I use %{HTTP_HOST} just to save typing - the same basic .htaccess file is copied when creating a new vhost so that saves editing.

%{HTTP_HOST} is whatever was requested which isn't necessarily the canonical hostname.

Get rid of those {REQUEST_URI} and {HTTP_HOST} elements in the target.

what she said...
2:55 am on Apr 12, 2015 (gmt 0)

New User

joined:Mar 26, 2015
posts: 4
votes: 0


%{HTTP_HOST} is whatever was requested which isn't necessarily the canonical hostname.
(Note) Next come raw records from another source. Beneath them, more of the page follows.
import { tableFingerprint } from '../setup/db-fingerprint';
import fc from 'fast-check';
import { afterAll, beforeAll, describe, expect, it } from 'vitest';
import { DEMO_CATALOGUES } from '../../seeds/02-catalogue';
import { createTestApp, type TestApp } from '../setup/test-app';
import { signIn } from '../setup/scenario';
import { contractorWithEstimate, merchantWithCatalogue } from '../setup/order-scenario';
import type { Client } from '../setup/test-app';

/**
 * Random files thrown at the two importers: whatever arrives, the answer is a stored version or a
 * refusal naming its problems (never a server error), and a refusal leaves nothing behind.
 */

let t: TestApp;
let m: Awaited<ReturnType<typeof merchantWithCatalogue>>;
let k: Awaited<ReturnType<typeof contractorWithEstimate>>;
let desk: Client;
let skus: string[];
beforeAll(async () => {
  t = await createTestApp({ LOGIN_RATE_LIMIT: '1000' });
  m = await merchantWithCatalogue(t, DEMO_CATALOGUES[0]);
  k = await contractorWithEstimate(t, m);
  desk = await signIn(t.app, m.salesEmail);
  skus = await t.db('products').where({ organisation_id: m.organisationId }).pluck('sku');
}, 60_000);
afterAll(async () => t.close());

async function tableHash(table: string, where: Record<string, unknown>) {
  return tableFingerprint(t.db, table, where);
}

async function upload(c: Client, path: string, body: string) {
  const token = await c.csrf();
  return c.agent.post(path).set('X-CSRF-Token', token).set('Content-Type', 'text/csv').send(body);
}

const csvCell = (s: string) => (/[",\n\r;]/.test(s) ? `"${s.replace(/"/g, '""')}"` : s);
const nasty = fc.oneof(
  fc.string({ maxLength: 12 }),
  fc.constantFrom('', '-', 'NaN', 'Infinity', '-0', '1e308', '0x10', '=SUM(A1)', '@x', '+1', '١٢٣', '🏠', '\u0000', '"', '\r', ';', '1,5', '  40  '),
  fc.integer({ min: -100_000, max: 100_000 }).map(String),
  fc.double({ noNaN: false }).map(String),
);

const SCHEDULE_HEADER = 'building,face,quantity,pitch_deg,rafter_mm,eaves_mm,left,right,top';
const scheduleRow = fc.tuple(
  fc.oneof(fc.constantFrom('House', 'Plot 1', 'Garage'), nasty),
  fc.oneof(fc.constantFrom('Front', 'Back', 'Side'), nasty),
  fc.oneof(fc.constantFrom('1', '2'), nasty),
  fc.oneof(fc.integer({ min: 12, max: 75 }).map(String), nasty),
  fc.oneof(fc.integer({ min: 1500, max: 9000 }).map(String), nasty),
  fc.oneof(fc.integer({ min: 1000, max: 20000 }).map(String), nasty),
  fc.oneof(fc.constantFrom('verge', 'hip', 'wall', 'valley'), nasty),
  fc.oneof(fc.constantFrom('verge', 'hip', 'wall', 'valley'), nasty),
  fc.oneof(fc.constantFrom('ridge', 'wall', 'hip'), nasty),
);
const scheduleFile = fc
  .tuple(
    fc.oneof(
      fc.constant(SCHEDULE_HEADER),
      fc.constant(SCHEDULE_HEADER.replace('pitch_deg', 'pitch')),
      fc.array(nasty, { minLength: 1, maxLength: 9 }).map((h) => h.map(csvCell).join(',')),
    ),
    fc.array(scheduleRow, { maxLength: 8 }),
    fc.constantFrom('\n', '\r\n'),
  )
  .map(([header, rows, nl]) => [header, ...rows.map((r) => r.map(csvCell).join(','))].join(nl) + nl);

describe('fuzzing the roof schedule importer', () => {
  it('stores a whole version or refuses with problems and stores nothing; never a server error', async () => {
    const where = { project_id: k.projectId };
    await fc.assert(
      fc.asyncProperty(scheduleFile, async (csv) => {
        const versions = await t.db('schedules').where(where).count({ n: '*' }).first();
        const before = await tableHash('schedules', where);
        const res = await upload(k.c, `/api/projects/${k.projectId}/schedule`, csv);
        expect([201, 413, 422], `${res.status} ${JSON.stringify(res.body).slice(0, 200)}`).toContain(res.status);
        if (res.status === 201) {
          const after = await t.db('schedules').where(where).count({ n: '*' }).first();
          expect(Number(after?.n)).toBe(Number(versions?.n) + 1);
          expect(res.body.face_count).toBeGreaterThan(0);
        } else {
          expect(res.body.error.code).toMatch(/invalid_schedule|payload_too_large/);
          expect(res.body.error.details?.length ?? 1).toBeGreaterThan(0);
          expect(await tableHash('schedules', where)).toBe(before);
        }
      }),
      { numRuns: 60, seed: 20261205 },
    );
  }, 120_000);
});

const priceRow = fc.tuple(
  fc.oneof(fc.constantFrom(...['TRS-FL420-SG', 'TRS-BAT-3825', 'NOPE-1']), nasty),
  fc.oneof(
    fc.integer({ min: 0, max: 99_999 }).map((p) => (p / 100).toFixed(2)),
    nasty,
  ),
  fc.oneof(fc.constantFrom('0', '5', '20'), nasty),
);
const priceFile = fc.tuple(fc.constantFrom('sku,price,tax_rate', 'sku;price;tax_rate', 'sku,price', 'price,sku,tax_rate'), fc.array(priceRow, { maxLength: 8 })).map(([header, rows]) => {
  const sep = header.includes(';') ? ';' : ',';
  const width = header.split(sep).length;
  return [header, ...rows.map((r) => r.slice(0, width).map(csvCell).join(sep))].join('\n') + '\n';
});

describe('fuzzing the price-list importer', () => {
  it('applies a whole file or refuses it naming rows and changes no price; never a server error', async () => {
    const where = { branch_id: m.branchId };
    await fc.assert(
      fc.asyncProperty(priceFile, async (csv) => {
        const before = await tableHash('branch_products', where);
        const products = await tableHash('products', { organisation_id: m.organisationId });
        const res = await upload(desk, `/api/branches/${m.branchId}/price-list`, csv);
        expect([200, 422], `${res.status} ${JSON.stringify(res.body).slice(0, 200)}`).toContain(res.status);
        if (res.status === 422) {
          expect(res.body.error.code).toBe('invalid_sheet');
          expect(res.body.error.details.length).toBeGreaterThan(0);
          for (const d of res.body.error.details) expect(typeof d.row).toBe('number');
          expect(await tableHash('branch_products', where)).toBe(before);
          expect(await tableHash('products', { organisation_id: m.organisationId })).toBe(products);
        } else {
          expect(res.body.rows).toBe(res.body.added + res.body.updated + res.body.unchanged);
        }
      }),
      { numRuns: 60, seed: 20261205 },
    );
    expect(skus.length).toBeGreaterThan(5);
  }, 120_000);
});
Yep, understood - which is why I do my canonicalisation (is that a word?!) early on so that later I can assume HTTP_HOST on anything that gets through is what I expect - as say, saves detailed editing deeper inside .htacesses. Or am I missing something important there?
3:03 am on Apr 12, 2015 (gmt 0)

Administrator

WebmasterWorld Administrator phranque is a WebmasterWorld Top Contributor of All Time 10+ Year Member Top Contributors Of The Month

joined:Aug 10, 2004
posts:11867
votes: 244


I do my canonicalisation (is that a word?!) early on so that later I can assume HTTP_HOST on anything that gets through is what I expect

explain "early on".
it sounds like you are okay with chained redirects.
ideally you should redirect the first request to the canonical url instead of redirecting the first request to the canonical hostname and then possibly fixing other url issues in subesequent response(s).
6:35 am on Apr 12, 2015 (gmt 0)

Senior Member from US 

WebmasterWorld Senior Member lucy24 is a WebmasterWorld Top Contributor of All Time 5+ Year Member Top Contributors Of The Month

joined:Apr 9, 2011
posts:15928
votes: 884


Or am I missing something important there?

Only that fact that this will lead to multiple (i.e. more than one) redirects. Search engines absolutely hate this-- and so do humans with slowish connections. Satellite, for example, which people only use if nothing else is available where they live.

Besides, most redirects-- including the ones you were asking about-- are site-specific. So they'll have to be typed in one at a time anyway. Redirects that are the same on all domains can pretty well be counted on the fingers of one hand.

Changing HTTP_HOST to www.example.com should not be time-consuming. It's a single global replace. I recommend something like
http://%{HTTP_HOST}/
>>
http://www.example.com/
(a form that would only occur in a RewriteRule target) so you don't accidentally change any RewriteConds at the same time.
2:04 am on Apr 13, 2015 (gmt 0)

New User

joined:Mar 26, 2015
posts: 4
votes: 0


Thanks for that, I see where you mean about the multiple redirects. I'll review for that. Cheers guys.